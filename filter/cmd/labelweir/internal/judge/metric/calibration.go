package metric

import "math"

// Bins is the number of equal-width bins of [0,1] that calibration is measured in.
const Bins = 10

// Calibration gathers scores and truths by bin; the zero value is empty. Parts gathered apart can be merged.
type Calibration struct {
	rows  [Bins]int
	wrong [Bins]int
	sum   [Bins]float64
}

// Calibrate gathers all rows; NaN scores are left out. len(p) = len(wrong).
func Calibrate(wrong []bool, p []float64) Calibration {
	if len(p) != len(wrong) {
		panic("metric: shapes differ")
	}
	var c Calibration
	for i := range p {
		c.Add(wrong[i], p[i])
	}
	return c
}

// Add gathers one row with score p in [0,1]; a NaN is left out, anything else outside panics.
func (c *Calibration) Add(wrong bool, p float64) {
	if math.IsNaN(p) {
		return
	}
	if p < 0 || p > 1 {
		panic("metric: score is not a probability")
	}
	b := min(int(p*Bins), Bins-1)
	c.rows[b]++
	c.sum[b] += p
	if wrong {
		c.wrong[b]++
	}
}

// Merge adds what o gathered.
func (c *Calibration) Merge(o Calibration) {
	for b := range c.rows {
		c.rows[b] += o.rows[b]
		c.wrong[b] += o.wrong[b]
		c.sum[b] += o.sum[b]
	}
}

// Rows is the number of rows gathered.
func (c *Calibration) Rows() int {
	n := 0
	for _, r := range c.rows {
		n += r
	}
	return n
}

// Error is the expected calibration error: Σ over bins of share of rows × |mean score − share wrong| (Naeini, Cooper
// & Hauskrecht 2015, for the score of one event). NaN when there are no rows.
func (c *Calibration) Error() float64 {
	gap := 0.0
	for b := range c.rows {
		gap += math.Abs(c.sum[b] - float64(c.wrong[b]))
	}
	return gap / float64(c.Rows())
}

// Bin tells of bin b its rows, their mean score and their share of wrong labels; the last two are NaN without rows.
func (c *Calibration) Bin(b int) (rows int, mean, share float64) {
	n := float64(c.rows[b])
	return c.rows[b], c.sum[b] / n, float64(c.wrong[b]) / n
}
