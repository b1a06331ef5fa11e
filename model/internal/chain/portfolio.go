package chain

import "math/rand/v2"

// The names of the kinds of run.
const (
	NameWarm      = "warm"
	NameGraduated = "graduated"
	NameDescent   = "descent"
	NameAnnealed  = "annealed"
	NameShaken    = "shaken"
)

// PortfolioOptions says which runs a portfolio makes. DefaultPortfolio gives all of it.
type PortfolioOptions struct {
	WarmEpochs int           // epochs of the warm run, if there is a start
	Cold       bool          // make the cold runs, graduated and plain descent, even if there is a start
	Anneal     AnnealOptions // of each annealed run
	Anneals    int           // annealed runs, by turns from the best so far and from zero weights
	Hops       int           // of the shaken run; 0: none
	Hysteresis float64       // share of J by which another run must beat the warm one
}

// DefaultPortfolio is the full portfolio for a problem of so many rows. Small problems have the rougher objectives and
// the cheaper epochs, so they get more runs and hops.
func DefaultPortfolio(rows int) PortfolioOptions {
	rows = max(1, rows)
	opt := PortfolioOptions{WarmEpochs: 5, Cold: true, Anneal: DefaultAnneal(), Hysteresis: 1e-3}
	opt.Anneals = min(4, max(1, 12_000/rows))
	opt.Hops = min(240, max(4, 120_000/rows))
	return opt
}

// QuickPortfolio is the graduated run, or the warm one if there is a start, and few hops: two or three times its cost.
func QuickPortfolio(rows int) PortfolioOptions {
	return PortfolioOptions{WarmEpochs: 5, Hops: min(40, max(2, 20_000/max(1, rows))), Hysteresis: 1e-3}
}

// Run is one member of a portfolio.
type Run struct {
	Name  string
	State State
}

// Portfolio makes several runs for one q and returns them in the order made, with the index of the one to use: the
// best, or the warm one within the hysteresis of it. from is where the warm run begins (see Carry), nil for a cold
// start.
func Portfolio(p *Problem, q float64, from *Start, opt PortfolioOptions, rng *rand.Rand, s *Scratch) (runs []Run, use int) {
	best, running := 0, -1
	add := func(name string, st State) {
		runs = append(runs, Run{name, st})
		if Less(&st, &runs[best].State) {
			best = len(runs) - 1
		}
	}
	if from != nil {
		running = 0
		add(NameWarm, Warm(p, q, from, opt.WarmEpochs, rng, s))
	}
	if from == nil || opt.Cold {
		add(NameGraduated, Graduated(p, nil, []float64{q}, rng, s)[0])
		add(NameDescent, Descend(p, q, rng, s))
	}
	if opt.Anneals > 0 {
		add(NameAnnealed, anneals(p, q, &runs[best].State, opt, rng, s))
	}
	if opt.Hops > 0 {
		add(NameShaken, shakes(p, q, runs, best, opt.Hops, rng, s))
	}
	if running >= 0 && holds(&runs[running].State, &runs[best].State, opt.Hysteresis) {
		return runs, running
	}
	return runs, best
}

// anneals is the best of the annealed runs.
func anneals(p *Problem, q float64, from *State, opt PortfolioOptions, rng *rand.Rand, s *Scratch) State {
	best := Annealed(p, q, from, opt.Anneal, rng, s)
	for k := 1; k < opt.Anneals; k++ {
		start := from
		if k%2 == 1 {
			start = nil
		}
		if st := Annealed(p, q, start, opt.Anneal, rng, s); Less(&st, &best) {
			best = st
		}
	}
	return best
}

// shakes is the shaken run from the better of the warm and the graduated run, and another of half the hops from the best
// run if that is another: a low start that is hard to leave must not be the only one.
func shakes(p *Problem, q float64, runs []Run, best, hops int, rng *rand.Rand, s *Scratch) State {
	base := 0
	if len(runs) > 1 && runs[1].Name == NameGraduated && Less(&runs[1].State, &runs[0].State) {
		base = 1
	}
	st := Shaken(p, q, &runs[base].State, hops, rng, s)
	if best != base {
		if other := Shaken(p, q, &runs[best].State, hops/2, rng, s); Less(&other, &st) {
			st = other
		}
	}
	return st
}

// Winner is the index of the first run that is as good as the best to a ten-thousandth of J: later runs start from
// earlier ones and win by the last digits of convergence alone.
func Winner(runs []Run) int {
	const same = 1e-4
	best := 0
	for k := range runs {
		if Less(&runs[k].State, &runs[best].State) {
			best = k
		}
	}
	b := &runs[best].State
	for k := range runs {
		if st := &runs[k].State; st.Collapsed == b.Collapsed && st.J <= b.J*(1+same) {
			return k
		}
	}
	return best
}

**Exercise details**
In full and word for word, repeat the records.

**Solution below**
filename filter/cmd/labelweir/internal/judge/metric/calibration.go
package metric

import "math"

// Bins is the number of equal-width bins of [0,1] that calibration is measured in.
const Bins = 10

// Calibration gathers scores and truths by bin; the zero value is empty. Parts gathered apart can be merged.
type Calibration struct {
	rows  [Bins]int
	wrong [Bins]int
	sum   [Bins]float64
}

// Calibrate gathers all rows; NaN scores are left out. len(p) = len(wrong).
func Calibrate(wrong []bool, p []float64) Calibration {
	if len(p) != len(wrong) {
		panic("metric: shapes differ")
	}
	var c Calibration
	for i := range p {
		c.Add(wrong[i], p[i])
	}
	return c
}

// Add gathers one row with score p in [0,1]; a NaN is left out, anything else outside panics.
func (c *Calibration) Add(wrong bool, p float64) {
	if math.IsNaN(p) {
		return
	}
	if p < 0 || p > 1 {
		panic("metric: score is not a probability")
	}
	b := min(int(p*Bins), Bins-1)
	c.rows[b]++
	c.sum[b] += p
	if wrong {
		c.wrong[b]++
	}
}

// Merge adds what o gathered.
func (c *Calibration) Merge(o Calibration) {
	for b := range c.rows {
		c.rows[b] += o.rows[b]
		c.wrong[b] += o.wrong[b]
		c.sum[b] += o.sum[b]
	}
}

// Rows is the number of rows gathered.
func (c *Calibration) Rows() int {
	n := 0
	for _, r := range c.rows {
		n += r
	}
	return n
}

// Error is the expected calibration error: Σ over bins of share of rows × |mean score − share wrong| (Naeini, Cooper
// & Hauskrecht 2015, for the score of one event). NaN when there are no rows.
func (c *Calibration) Error() float64 {
	gap := 0.0
	for b := range c.rows {
		gap += math.Abs(c.sum[b] - float64(c.wrong[b]))
	}
	return gap / float64(c.Rows())
}

// Bin tells of bin b its rows, their mean score and their share of wrong labels; the last two are NaN without rows.
func (c *Calibration) Bin(b int) (rows int, mean, share float64) {
	n := float64(c.rows[b])
	return c.rows[b], c.sum[b] / n, float64(c.wrong[b]) / n
}
repository b1a06331ef5fa11e
filename model/internal/chain/portfolio.go
package chain

import "math/rand/v2"

// The names of the kinds of run.
const (
	NameWarm      = "warm"
	NameGraduated = "graduated"
	NameDescent   = "descent"
	NameAnnealed  = "annealed"
	NameShaken    = "shaken"
)

// PortfolioOptions says which runs a portfolio makes. DefaultPortfolio gives all of it.
type PortfolioOptions struct {
	WarmEpochs int           // epochs of the warm run, if there is a start
	Cold       bool          // make the cold runs, graduated and plain descent, even if there is a start
	Anneal     AnnealOptions // of each annealed run
	Anneals    int           // annealed runs, by turns from the best so far and from zero weights
	Hops       int           // of the shaken run; 0: none
	Hysteresis float64       // share of J by which another run must beat the warm one
}

// DefaultPortfolio is the full portfolio for a problem of so many rows. Small problems have the rougher objectives and
// the cheaper epochs, so they get more runs and hops.
func DefaultPortfolio(rows int) PortfolioOptions {
	rows = max(1, rows)
	opt := PortfolioOptions{WarmEpochs: 5, Cold: true, Anneal: DefaultAnneal(), Hysteresis: 1e-3}
	opt.Anneals = min(4, max(1, 12_000/rows))
	opt.Hops = min(240, max(4, 120_000/rows))
	return opt
}

// QuickPortfolio is the graduated run, or the warm one if there is a start, and few hops: two or three times its cost.
func QuickPortfolio(rows int) PortfolioOptions {
	return PortfolioOptions{WarmEpochs: 5, Hops: min(40, max(2, 20_000/max(1, rows))), Hysteresis: 1e-3}
}

// Run is one member of a portfolio.
type Run struct {
	Name  string
	State State
}

// Portfolio makes several runs for one q and returns them in the order made, with the index of the one to use: the
// best, or the warm one within the hysteresis of it. from is where the warm run begins (see Carry), nil for a cold
// start.
func Portfolio(p *Problem, q float64, from *Start, opt PortfolioOptions, rng *rand.Rand, s *Scratch) (runs []Run, use int) {
	best, running := 0, -1
	add := func(name string, st State) {
		runs = append(runs, Run{name, st})
		if Less(&st, &runs[best].State) {
			best = len(runs) - 1
		}
	}
	if from != nil {
		running = 0
		add(NameWarm, Warm(p, q, from, opt.WarmEpochs, rng, s))
	}
	if from == nil || opt.Cold {
		add(NameGraduated, Graduated(p, nil, []float64{q}, rng, s)[0])
		add(NameDescent, Descend(p, q, rng, s))
	}
	if opt.Anneals > 0 {
		add(NameAnnealed, anneals(p, q, &runs[best].State, opt, rng, s))
	}
	if opt.Hops > 0 {
		add(NameShaken, shakes(p, q, runs, best, opt.Hops, rng, s))
	}
	if running >= 0 && holds(&runs[running].State, &runs[best].State, opt.Hysteresis) {
		return runs, running
	}
	return runs, best
}

// anneals is the best of the annealed runs.
func anneals(p *Problem, q float64, from *State, opt PortfolioOptions, rng *rand.Rand, s *Scratch) State {
	best := Annealed(p, q, from, opt.Anneal, rng, s)
	for k := 1; k < opt.Anneals; k++ {
		start := from
		if k%2 == 1 {
			start = nil
		}
		if st := Annealed(p, q, start, opt.Anneal, rng, s); Less(&st, &best) {
			best = st
		}
	}
	return best
}

// shakes is the shaken run from the better of the warm and the graduated run, and another of half the hops from the best
// run if that is another: a low start that is hard to leave must not be the only one.
func shakes(p *Problem, q float64, runs []Run, best, hops int, rng *rand.Rand, s *Scratch) State {
	base := 0
	if len(runs) > 1 && runs[1].Name == NameGraduated && Less(&runs[1].State, &runs[0].State) {
		base = 1
	}
	st := Shaken(p, q, &runs[base].State, hops, rng, s)
	if best != base {
		if other := Shaken(p, q, &runs[best].State, hops/2, rng, s); Less(&other, &st) {
			st = other
		}
	}
	return st
}

// Winner is the index of the first run that is as good as the best to a ten-thousandth of J: later runs start from
// earlier ones and win by the last digits of convergence alone.
func Winner(runs []Run) int {
	const same = 1e-4
	best := 0
	for k := range runs {
		if Less(&runs[k].State, &runs[best].State) {
			best = k
		}
	}
	b := &runs[best].State
	for k := range runs {
		if st := &runs[k].State; st.Collapsed == b.Collapsed && st.J <= b.J*(1+same) {
			return k
		}
	}
	return best
}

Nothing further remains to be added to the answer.